# Halifax - Refused Loan



## phoenix_n (16 Jan 2007)

I got refused a loan from Halifax even though i would have a perfect credit rating , full time high salary job, no debts and even i have savings in excess of the loan i was looking for.

AIB approved me within a Day.

I was wondering if Halifax are been very picky or are they just unindated with loan requests as the refusal certainly was not based on my personal circumstances.

Any ideas?


----------



## Money Bags7 (16 Jan 2007)

Similar stuff - refused me a credit card. Changed jobs recently so I think they had an issue with my "continuous employment", still waiting for them to return my statements etc. Very poor service still haven't received letters explaining why I was refused.
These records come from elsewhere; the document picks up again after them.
def schedule_rows(sc, req: dict) -> list[dict]:
    """The comparison of the schedule study as records: one per quantity, with the requirement's bound,
    each compared gain's value (``sc.columns`` order) and whether it meets the bound (values in display
    units, ``unit`` says which; ``None`` where not evaluated)."""
    names = sc.columns
    rows = [
        {
            "quantity": "certified decay rate (LMI, every model of the box)",
            "unit": "1/s",
            "requirement": "min_decay_rate_per_s",
            "bound": req.get("min_decay_rate_per_s"),
            "kind": "min",
            "values": [sc.certified.get(n) for n in names],
        }
    ]
    if sc.scores:
        rows.append(
            {
                "quantity": f"smallest normalised requirement margin on the {sc.scenario_models} tuning scenarios",
                "unit": "-",
                "requirement": None,
                "bound": 0.0,
                "kind": "min",
                "values": [sc.scores.get(n) for n in names],
            }
        )
    for metric, m in METRICS.items():
        rows.append(
            {
                "quantity": f"{METRIC_LABELS.get(metric, m.text)} (worst sampled)",
                "unit": m.unit,
                "requirement": m.requirement,
                "bound": req.get(m.requirement),
                "kind": m.kind,
                "values": [sc.linear.get(n, {}).get(metric) for n in names],
            }
        )
    for key, text, unit, rkey, scale in (
        ("peak_torque_n_m", "peak wheel torque over the manoeuvres", "N m", "max_wheel_torque_n_m", 1.0),
        ("peak_pitch_rad", "peak pitch over the manoeuvres", "deg", "max_pitch_deg", 180.0 / np.pi),
        ("falls", "runs that fell", "-", None, 1.0),
    ):
        rows.append(
            {
                "quantity": text,
                "unit": unit,
                "requirement": rkey,
                "bound": 0.0 if key == "falls" else req.get(rkey),
                "kind": "max",
                "values": [None if n not in sc.time else sc.time[n][key] * scale for n in names],
            }
        )
    for r in rows:
        b = r["bound"]
        r["meets"] = [
            None if v is None or b is None else bool(v >= b if r["kind"] == "min" else v <= b) for v in r["values"]
        ]
    return rows


def schedule_blocks(d) -> list:
    """The section "What measuring the payload buys": fixed gains beside gains scheduled on the measurement."""
    from robust.case import FIXED_NAME

    sc = d.schedule
    s = sc.schedule
    unit = PARAMETERS[s.parameter].unit
    label = PARAMETERS[s.parameter].text
    sched_name = sc.scheduled.name if sc.scheduled is not None else d.case.schedule.get("name", "scheduled")
    B = [_h(2, f"What measuring the {label} buys")]
    imposed = ", ".join(sc.imposed) if sc.imposed else "no other constraint"
    B.append(
        _p(
            f"A gain scheduled on the measured {label} is K = K0 + (measured - {s.nominal:g} {unit}) K1, with "
            f"the measurement within +-{s.error:g} {unit} of the true value. Two gains come from the same LMIs on "
            "the rigorous polytope (route moment_box, common Lyapunov matrix, largest certified decay rate; also "
            f"imposed: {imposed}): the best fixed gain ({FIXED_NAME}, {sc.vertices.get(FIXED_NAME, 0)} vertices) "
            f"and the scheduled gain ({sched_name}, {sc.vertices.get(sched_name, 0)} vertices: the polytope also "
            "spans the measured value and its product with the torque-constant ratio, so the certificate covers "
            "every model at every measurement error within the bound)."
        )
    )
    if sc.tuned is not None and sc.tuned_scheduled is not None:
        B.append(
            _p(
                f"Two more come from the robust tuning: the tuned gain ({sc.tuned.name}, a gain set of this "
                f"dossier) and a scheduled gain tuned from it ({sc.tuned_scheduled.name}: K0 and K1 "
                "mirror-symmetric, Nelder-Mead on the smallest normalised margin of every requirement on the "
                f"{sc.scenario_models} scenario models, the box corners at both extreme measurement errors, "
                "starting from the tuned gain with K1 = 0). Their certified decay rates are fixed-gain LMI "
                "certificates on the same two polytopes."
            )
        )
    if sc.not_imposed:
        B.append(_p("Not imposed by the LMIs: " + "; ".join(f"{k}: {v}" for k, v in sc.not_imposed.items()) + "."))
    for name, why in sc.errors.items():
        B.append(_p(f"{name}: {why}"))
    B.append(
        _p(
            f"Evidence: the certified decay rates are LMI certificates re-checked with numpy. Every other row is "
            f"the worst value on {sc.linear_models} models (the box corners at both extreme measurement errors, "
            f"then Monte Carlo samples with the error uniform within its bound, seed {sc.seed}) for the linear "
            f"metrics, and on {sc.time_models} runs per gain (the corners at both extreme errors, every "
            "manoeuvre of the case) on the nonlinear model with the drive's limits: sampled, not certified, and "
            "without the largest-step and settling checks. Only the tuned gain is one of the dossier's gain sets "
            "with an overall verdict (see its section); the rows here say whether each worst value meets the "
            "case's bound."
        )
    )
    names = sc.columns
    rows = []
    for r in schedule_rows(sc, d.case.requirements):
        cells = [r["quantity"], r["unit"], "-" if r["bound"] is None else fmt(r["bound"])]
        for n, v, ok in zip(names, r["values"], r["meets"]):
            if v is None:
                cells.append("NOT certified" if n in sc.errors and "certified" in r["quantity"] else "-")
            else:
                cells.append(fmt(v) + ("" if ok is None else (" (meets)" if ok else " (FAILS)")))
        rows.append(cells)
    B.append(
        Table(
            f"Fixed gains against gains scheduled on the measured {label}",
            ["quantity", "unit", "case bound", *names],
            rows,
            "schedule_comparison",
        )
    )
    gains = []
    for g in (sc.fixed, sc.tuned):
        if g is not None:
            gains.append([g.name, "K", *(", ".join(fmt(x, 5) for x in row) for row in g.K)])
    for g in (sc.scheduled, sc.tuned_scheduled):
        if g is not None:
            gains.append([g.name, "K0", *(", ".join(fmt(x, 5) for x in row) for row in g.K0)])
            gains.append([g.name, f"K1 [per {unit}]", *(", ".join(fmt(x, 5) for x in row) for row in g.K1)])
    B.append(
        Table(
            "The compared gains (u = -K x; SI units)",
            ["gain", "matrix", "left row", "right row"],
            gains,
            "schedule_gains",
        )
    )
    return B


def figure_plan(d) -> list[tuple[str, str, object]]:
    """The dossier's figures as ``(name, caption, factory)``; each factory draws a new Figure.

    Each is drawn once (:func:`draw_figures`): SVG for the files and the HTML, PNG for the PDF.
    """
    case, chk, tm = d.case, d.check, d.time
    req = case.requirements
    plan: list[tuple[str, str, object]] = [
        (
            "eigenvalues",
            "Closed-loop eigenvalues of every corner and sample, one marker per gain set; the hatched area is "
            "what the requirements forbid (too slow a decay, too little damping, too high a natural frequency).",
            lambda: F.eigenvalue_map(d.eigenvalues, req),
        ),
        (
            "margins",
            "Distributions of the loop-at-a-time margins over the samples; dashed line: required bound.",
            lambda: F.margin_distributions(d.sample_values, req),
        ),
    ]
    if case.box.ranges:
        loc_stems = file_stems(g.gain.name for g in chk.gains)
        for k, g in enumerate(chk.gains):  # every gain set (the first keeps the short file name)
            worst = {s.name: s.worst.at for s in g.summaries}
            plan.append(
                (
                    "worst_locations" + ("" if k == 0 else f"_{loc_stems[g.gain.name]}"),
                    f"Where the worst case of each metric lies for '{g.gain.name}'.",
                    lambda worst=worst, name=g.gain.name: F.worst_locations(
                        case.box.names, case.box.low, case.box.high, worst, f"'{name}'"
                    ),
                )
            )
    shapes = getattr(d, "loop_shapes", None) or {}
    shape_stems = file_stems(shapes)
    for name, sh in shapes.items():
        stem = shape_stems[name]
        plan.append(
            (
                f"{stem}_loop_shapes",
                f"Loop shapes of '{name}' at each wheel input: |L|, |S| and |T| over frequency, median line and "
                "min-max band over the models; dash-dot line: |S| = 2 (6 dB).",
                lambda sh=sh, name=name: F.loop_shape_bands(d.loop_frequencies, sh, f"'{name}': loop shapes"),
            )
        )
    limits = {"pitch": req.get("max_pitch_deg"), "torque": req.get("max_wheel_torque_n_m")}
    if tm is not None:
        v = case.vehicle
        w = np.linspace(-1.2, 1.2, 200) * v.drive.supply_v / v.drive.back_emf_v_s_per_rad
        env = torque_envelope(plant_batch(v), w[None, :])
        drive_env = {"speed": w, "low": env["low"][0], "high": env["high"][0]}
        stems = file_stems(tg.gain.name for tg in tm.gains)
        for tg in tm.gains:
            name = tg.gain.name
            stem = stems[name]
            man_stems = file_stems(m.name for m in tg.manoeuvres)
            for k, m in enumerate(tg.manoeuvres):  # every manoeuvre (the first keeps the short file name)
                plan.append(
                    (
                        f"{stem}_envelope" + ("" if k == 0 else f"_{man_stems[m.name]}"),
                        f"Response envelopes of '{name}' in '{m.name}' (min / median / max over corners and "
                        "samples), the worst sample's trace, the requirement limits (dash-dot), and the drive's "
                        "torque-speed envelope with that sample's path.",
                        lambda m=m, name=name: F.response_envelopes(
                            m.envelope, m.worst_trace, drive_env, f"'{name}': {m.name} ({m.kind})", limits
                        ),
                    )
                )
            if case.box.ranges:
                s = tg.largest_steps[0]
                plan.append(
                    (
                        f"{stem}_largest_speed_step",
                        f"Largest speed step within drive limits of every simulated model for '{name}'.",
                        lambda s=s, name=name: F.step_map(
                            case.box.names,
                            s.points,
                            s.within_limits,
                            s.unit,
                            f"Largest speed step within drive limits, '{name}'",
                        ),
                    )
                )
    for gname, rows in (getattr(d, "tolerances", None) or {}).items():
        if any(r.get("cuts") is not None for r in rows):
            plan.append(
                (
                    f"tolerance_cuts_{file_stems([gname])[gname]}",
                    f"Worst case along each tolerance for '{gname}': each requirement's metric as one parameter moves "
                    "across its range, the others held at the worst sample of the study.",
                    lambda rows=rows, gname=gname: F.tolerance_cuts(rows, case.box.names, req, gname),
                )
            )
    if getattr(d, "front", None) is not None:
        from robust.verdict import LABELS

        plan.append(
            (
                "trade_off_front",
                "The trade-off front: best worst-case value of the objective against the swept bound (scenario "
                "models; filled markers where every other requirement holds).",
                lambda: F.trade_off_front(d.front, LABELS),
            )
        )
    return plan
Got my ICB report nothing bad on it.

Contacted AIB and had a loan approved in a daytoo!


----------



## moneyhoney (17 Jan 2007)

Money Bags7 said:


> Very poor service still haven't received letters explaining why I was refused.



Just for info - you are not legally entitled to a reason why you are refused credit.


----------



## Money Bags7 (17 Jan 2007)

Comment about poor service is in relation to the length of time it took them to make decision and convey same to me. I applied for CC at beginning of December, according to their literature you should be contacted within two weeks about decision. I rang them towards end of third week to be told a letter had been sent and that they could not give me details over phone. In early January I rang them and they said that the CC had been declined and they were sending me a letter stating why and returning my statements etc. Still no sign of any of these letters!


----------



## vector (19 Jan 2007)

I applied for the (as it was then called) Bank of Scotland Plastic Visa Card, hoping to ditch my AIB Visa and enjoy the lower interest rate.

But Bank of Scotland rejected my application.

I requested my file from the Irish Credit Bureau and noticed that AIB never recorded either my AIB car loan OR my AIB Visa on the file, that is a pity becuase I have a good history with each.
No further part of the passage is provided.